Identify each line in the records below that contains the word "else", and copy it.

STUDY MATERIAL:

════════

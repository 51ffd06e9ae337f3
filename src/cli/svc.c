#include "svc.h"

#include <stdlib.h>
#include <string.h>

#include "cli.h"

int cli_svc_option(cli_svc_opts *o, int argc, char **argv, int *i)
{
    const char **slot = NULL;
    if (!strcmp(argv[*i], "--config"))
        slot = &o->config;
    else if (!strcmp(argv[*i], "--store"))
        slot = &o->store;
    else if (!strcmp(argv[*i], "--key-file"))
        slot = &o->key_file;
    else
        return 0;
    if (*i + 1 >= argc) {
        cli_errorf("%s needs a value", argv[*i]);
        return -1;
    }
    *slot = argv[++*i];
    return 1;
}

int cli_svc_open(cli_svc *s, const cli_svc_opts *o, bool need_store, bool need_keys)
{
    memset(s, 0, sizeof *s);
    lk_error err;
    const char *path = o->config ? o->config : getenv("LIKENESS_CONFIG");
    /* Without a file, --store and --key-file alone are enough: validation
     * needs both, so fill them before loading. */
    if (!path || !*path) {
        if (o->store)
            setenv("LIKENESS_STORE_URL", o->store, 1);
        if (o->key_file)
            setenv("LIKENESS_KEYS_FILE", o->key_file, 1);
        if (!getenv("LIKENESS_STORE_URL") && !need_store)
            setenv("LIKENESS_STORE_URL", "-", 1);
        if (!getenv("LIKENESS_KEYS_FILE") && !need_keys)
            setenv("LIKENESS_KEYS_FILE", "-", 1);
    }
    if (lk_config_load(&s->cfg, path, &err) != LK_OK) {
        cli_error(&err);
        if (!path || !*path)
            cli_errorf("give --config FILE (or set LIKENESS_CONFIG), or --store URL and --key-file PATH");
        return CLI_FAIL;
    }
    if (o->store)
        snprintf(s->cfg.store_url, sizeof s->cfg.store_url, "%s", o->store);
    if (o->key_file)
        snprintf(s->cfg.key_file_path, sizeof s->cfg.key_file_path, "%s", o->key_file);
    if (need_keys) {
        s->keys = lk_keyring_load(s->cfg.key_file_path, &err);
        if (!s->keys) {
            cli_error(&err);
            return CLI_FAIL;
        }
    }
    if (need_store) {
        s->store = lk_store_open(s->cfg.store_url, &err);
        if (!s->store) {
            cli_error(&err);
            cli_svc_close(s);
            return CLI_FAIL;
        }
    }
    return CLI_OK;
}

void cli_svc_close(cli_svc *s)
{
    lk_store_close(s->store);
    lk_keyring_free(s->keys);
    s->store = NULL;
    s->keys = NULL;
}
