/* likeness: offline verification, training, calibration and evaluation. */
#include <stdio.h>
#include <string.h>

#include "cli.h"

static const cli_command commands[] = {
    {"detect", "find faces, eyes and quality in images; JSON per image, optional overlay",
     cmd_detect},
    {"features", "write the feature vector of the primary face of an image", cmd_features},
    {"verify", "compare a probe image with a reference image offline (same JSON as the service)",
     cmd_verify},
    {"train", "train a model (SVM, Platt calibration, operating points) from a data set",
     cmd_train},
    {"evaluate", "score pairs with a model: JSON measures and an HTML report with ROC/DET curves",
     cmd_evaluate},
    {"lfw", "run the LFW View 2 ten-fold protocol end to end and report accuracy", cmd_lfw},
    {"keys", "create and rotate master keys; create, list and revoke API keys", cmd_keys},
    {"audit", "verify the audit chain, or export it as JSON Lines", cmd_audit},
};

static void usage(FILE *f)
{
    fprintf(f, "usage: likeness COMMAND [OPTIONS]\n\n"
               "One-to-one face verification: offline tools of the likeness service.\n\n"
               "commands:\n");
    for (size_t i = 0; i < sizeof commands / sizeof commands[0]; i++)
        fprintf(f, "  %-10s %s\n", commands[i].name, commands[i].summary);
    fprintf(f, "\n'likeness COMMAND --help' describes a command's options.\n"
               "'likeness --version' prints the version.\n");
}

int main(int argc, char **argv)
{
    if (argc < 2) {
        usage(stderr);
        return CLI_USAGE;
    }
    if (!strcmp(argv[1], "--help") || !strcmp(argv[1], "-h") || !strcmp(argv[1], "help")) {
        usage(stdout);
        return CLI_OK;
    }
    if (!strcmp(argv[1], "--version")) {
        printf("likeness %s\n", LIKENESS_VERSION);
        return CLI_OK;
    }
    for (size_t i = 0; i < sizeof commands / sizeof commands[0]; i++)
        if (!strcmp(argv[1], commands[i].name))
            return commands[i].run(argc - 1, argv + 1);
    cli_errorf("unknown command '%s'; 'likeness --help' lists the commands", argv[1]);
    return CLI_USAGE;
}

════════

COMPLETED EXERCISE:
    else if (!strcmp(argv[*i], "--store"))
    else if (!strcmp(argv[*i], "--key-file"))
    else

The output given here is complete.